> **Problem to solve**:
Scan the records for the word "query". Return each line where it is found.

> **Dataset entries**:
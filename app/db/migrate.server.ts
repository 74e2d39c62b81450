/**
 * Applies the migrations in `drizzle/`, one process at a time. The guard is a row with a lease and not a named lock,
 * which a clustered server does not offer.
 */
import { readMigrationFiles } from 'drizzle-orm/migrator'
import { migrate } from 'drizzle-orm/mysql2/migrator'
import mysql from 'mysql2/promise'
import { machineNow } from '../machine-time.server.ts'
import { connect } from './client.server.ts'

const LEASE_MS = 120_000
const WAIT_MS = 180_000

/** Creates the database when it is missing (the account must be allowed to) and brings its tables up to date. */
export async function migrateDatabase(
  databaseUrl: string,
  migrationsFolder = 'drizzle',
): Promise<{ applied: number }> {
  await createDatabase(databaseUrl)
  const { db, pool } = connect(databaseUrl, { connectionLimit: 2 })
  const raw = pool.promise()
  try {
    await raw.query(
      'CREATE TABLE IF NOT EXISTS migration_guard (id TINYINT PRIMARY KEY, held_by VARCHAR(64) NULL, held_until DATETIME(3) NULL)',
    )
    await raw.query('INSERT IGNORE INTO migration_guard (id) VALUES (1)')
    const holder = `${process.pid}-${Math.random().toString(36).slice(2)}`
    await takeGuard(raw, holder)
    try {
      const before = await countApplied(raw)
      const known = readMigrationFiles({ migrationsFolder }).length
      if (before > known) {
        throw new Error(
          `The database has ${before} migrations, this program knows ${known}: it was last used by a newer version.`,
        )
      }
      if (before < known) await migrate(db, { migrationsFolder })
      return { applied: (await countApplied(raw)) - before }
    } finally {
      await raw.query(
        'UPDATE migration_guard SET held_by = NULL, held_until = NULL WHERE id = 1 AND held_by = ?',
        [holder],
      )
    }
  } finally {
    await raw.end()
  }
}

async function createDatabase(databaseUrl: string): Promise<void> {
  const url = new URL(databaseUrl)
  const name = url.pathname.slice(1)
  if (!/^[A-Za-z0-9_]{1,64}$/.test(name)) {
    throw new Error(
      `The database name "${name}" in DATABASE_URL may only hold letters, digits and underscores.`,
    )
  }
  const connection = await mysql.createConnection({
    host: url.hostname,
    port: Number(url.port || 3306),
    user: decodeURIComponent(url.username),
    password: decodeURIComponent(url.password),
  })
  try {
    await connection.query(
      `CREATE DATABASE IF NOT EXISTS \`${name}\` CHARACTER SET utf8mb4 COLLATE utf8mb4_unicode_ci`,
    )
  } finally {
    await connection.end()
  }
}

async function takeGuard(raw: mysql.Pool, holder: string): Promise<void> {
  const giveUpAt = machineNow().getTime() + WAIT_MS
  for (;;) {
    const now = machineNow()
    const [result] = await raw.query<mysql.ResultSetHeader>(
      'UPDATE migration_guard SET held_by = ?, held_until = ? WHERE id = 1 AND (held_by IS NULL OR held_until < ?)',
      [holder, new Date(now.getTime() + LEASE_MS), now],
    )
    if (result.affectedRows === 1) return
    if (now.getTime() > giveUpAt)
      throw new Error('Another process has been migrating this database for three minutes.')
    await new Promise((resolve) => setTimeout(resolve, 300))
  }
}

async function countApplied(raw: mysql.Pool): Promise<number> {
  const [tables] = await raw.query<mysql.RowDataPacket[]>("SHOW TABLES LIKE '__drizzle_migrations'")
  if (tables.length === 0) return 0
  const [rows] = await raw.query<mysql.RowDataPacket[]>('SELECT COUNT(*) AS n FROM __drizzle_migrations')
  return Number(rows[0]?.n ?? 0)
}
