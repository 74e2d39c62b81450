/** The pool and the typed database handle. One a process, kept on globalThis so that a development reload does not leak it. */
import { drizzle, type MySql2Database } from 'drizzle-orm/mysql2'
import mysql from 'mysql2'
import { env } from '../env.server.ts'

export type Db = MySql2Database
/** A transaction, or the handle itself: queries take either. */
export type DbOrTx = Db | Parameters<Parameters<Db['transaction']>[0]>[0]

interface Connection {
  db: Db
  pool: mysql.Pool
}

const store = globalThis as typeof globalThis & { __ebblineDb?: Connection }

/** Opens a pool on a database URL. Sessions run in UTC with strict SQL and READ COMMITTED, which keeps gap locks few. */
export function connect(databaseUrl: string, options: { connectionLimit?: number } = {}): Connection {
  const url = new URL(databaseUrl)
  const pool = mysql.createPool({
    host: url.hostname,
    port: Number(url.port || 3306),
    user: decodeURIComponent(url.username),
    password: decodeURIComponent(url.password),
    database: url.pathname.slice(1),
    connectionLimit: options.connectionLimit ?? 10,
    timezone: 'Z',
    charset: 'utf8mb4',
    supportBigNumbers: true,
    // The stream for LOAD DATA LOCAL is given per statement; a path asked for by the server is never opened.
    flags: ['LOCAL_FILES'],
  })
  pool.on('connection', (connection) => {
    connection.query(
      "SET time_zone = '+00:00', sql_mode = 'STRICT_ALL_TABLES,NO_ZERO_DATE,NO_ZERO_IN_DATE,ERROR_FOR_DIVISION_BY_ZERO'",
    )
    connection.query('SET SESSION TRANSACTION ISOLATION LEVEL READ COMMITTED')
  })
  return { db: drizzle(pool), pool }
}

function connection(): Connection {
  store.__ebblineDb ??= connect(env().DATABASE_URL)
  return store.__ebblineDb
}

/** The process-wide database handle. */
export function getDb(): Db {
  return connection().db
}

/** The process-wide raw pool, for what drizzle cannot say (streams, LOAD DATA, partitions). */
export function getPool(): mysql.Pool {
  return connection().pool
}

/** Closes the pool; a command that forgets this never ends. */
export async function closeDb(): Promise<void> {
  const open = store.__ebblineDb
  if (open === undefined) return
  delete store.__ebblineDb
  await open.pool.promise().end()
}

> **Your solution**:
    await raw.query(
    await raw.query('INSERT IGNORE INTO migration_guard (id) VALUES (1)')
      await raw.query(
    await connection.query(
    const [result] = await raw.query<mysql.ResultSetHeader>(
  const [tables] = await raw.query<mysql.RowDataPacket[]>("SHOW TABLES LIKE '__drizzle_migrations'")
  const [rows] = await raw.query<mysql.RowDataPacket[]>('SELECT COUNT(*) AS n FROM __drizzle_migrations')
    connection.query(
    connection.query('SET SESSION TRANSACTION ISOLATION LEVEL READ COMMITTED')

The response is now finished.